■ EXERCISE AIM
Among the entries, find the lines with the string "where" and copy them.

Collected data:
- - -

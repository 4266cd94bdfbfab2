import {
  ALIGNED,
  BEYOND_LIMBUS,
  type Degrees,
  type Eye,
  type Finding,
  findingFaults,
  type Horizontal,
  type ReadableFinding,
  type Vertical,
} from "@/lib/reflex/finding";
import { isReference, type LongReading } from "./long-table";
import { FINDING_COLUMNS, type TableRow, type TableRows } from "./table-columns";
import { TableError, type TableFault } from "./table-error";

const READING_COLUMNS = FINDING_COLUMNS.slice(2);
const COLUMN_OF_FIELD: Record<string, string> = {
  horizontalDegrees: "horizontal_degrees",
  verticalDegrees: "vertical_degrees",
};

/**
 * Findings from the rows of a table. A row with nothing in its reading columns is a missing reading; an empty direction
 * or size is none. Why something is not readable is not in the table. Throws TableError with every fault of every row.
 */
export function readFindings({ rows, hasRounds }: TableRows): LongReading<Finding>[] {
  const faults: TableFault[] = [];
  const readings = rows.map((row): LongReading<Finding> => {
    const report = (column: string, message: string) => faults.push({ line: row.line, column, message });
    const [name, examiner, round] = [row.cell("case"), row.cell("examiner"), row.cell("round")];
    if (name === "") report("case", "Name the case.");
    if (examiner === "") report("examiner", "Name the examiner, or write reference.");
    if (hasRounds && round === "" && !isReference(examiner)) report("round", "Name the round.");
    const value = READING_COLUMNS.every((column) => row.cell(column) === "") ? null : readFinding(row, report);
    return { line: row.line, case: name, examiner, round: round === "" ? null : round, value };
  });
  if (faults.length > 0) throw new TableError(faults);
  return readings;
}

type Report = (column: string, message: string) => void;

/** The finding of one row; aligned where a fault was reported instead. */
function readFinding(row: TableRow, report: Report): Finding {
  const choose = <Choice extends string>(column: string, choices: readonly Choice[], empty?: Choice): Choice | null => {
    const text = row.cell(column).toLowerCase();
    const choice = text === "" ? empty : choices.find((candidate) => candidate === text);
    if (choice === undefined) report(column, `Write ${choices.join(", ")}; got "${row.cell(column)}".`);
    return choice ?? null;
  };
  const isReadable = choose("readable", ["yes", "no", "true", "false"]);
  if (isReadable === "no" || isReadable === "false") {
    for (const column of READING_COLUMNS.filter((name) => name !== "readable")) {
      const text = row.cell(column).toLowerCase();
      if (text !== "" && text !== "none") report(column, "Leave this empty where the photograph is not readable.");
    }
    return { readable: false, reason: "other" };
  }
  const eye = choose<Eye | "none">("eye", ["right", "left", "none"]);
  const horizontal = choose<Horizontal | "none">("horizontal", ["eso", "exo", "none"], "none");
  const vertical = choose<Vertical | "none">("vertical", ["hyper", "hypo", "none"], "none");
  const horizontalDegrees = readDegrees(row.cell("horizontal_degrees"));
  const verticalDegrees = readDegrees(row.cell("vertical_degrees"));
  if (!isReadable || !eye || !horizontal || !vertical) return ALIGNED;
  const finding: ReadableFinding = { readable: true, eye, horizontal, horizontalDegrees, vertical, verticalDegrees };
  const faults = findingFaults(finding);
  for (const { field, message } of faults) report(COLUMN_OF_FIELD[field] ?? field, message);
  return faults.length > 0 ? ALIGNED : finding;
}

/** What is no number at all becomes one that no finding may have, so that the rules of findings report it. */
function readDegrees(text: string): Degrees | null {
  if (text === "" || text.toLowerCase() === "none") return null;
  if (text === BEYOND_LIMBUS) return BEYOND_LIMBUS;
  return /^\d+$/.test(text) ? Number(text) : Number.NaN;
}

- - -

■ THE COMPLETED TASK
/** The finding of one row; aligned where a fault was reported instead. */
      if (text !== "" && text !== "none") report(column, "Leave this empty where the photograph is not readable.");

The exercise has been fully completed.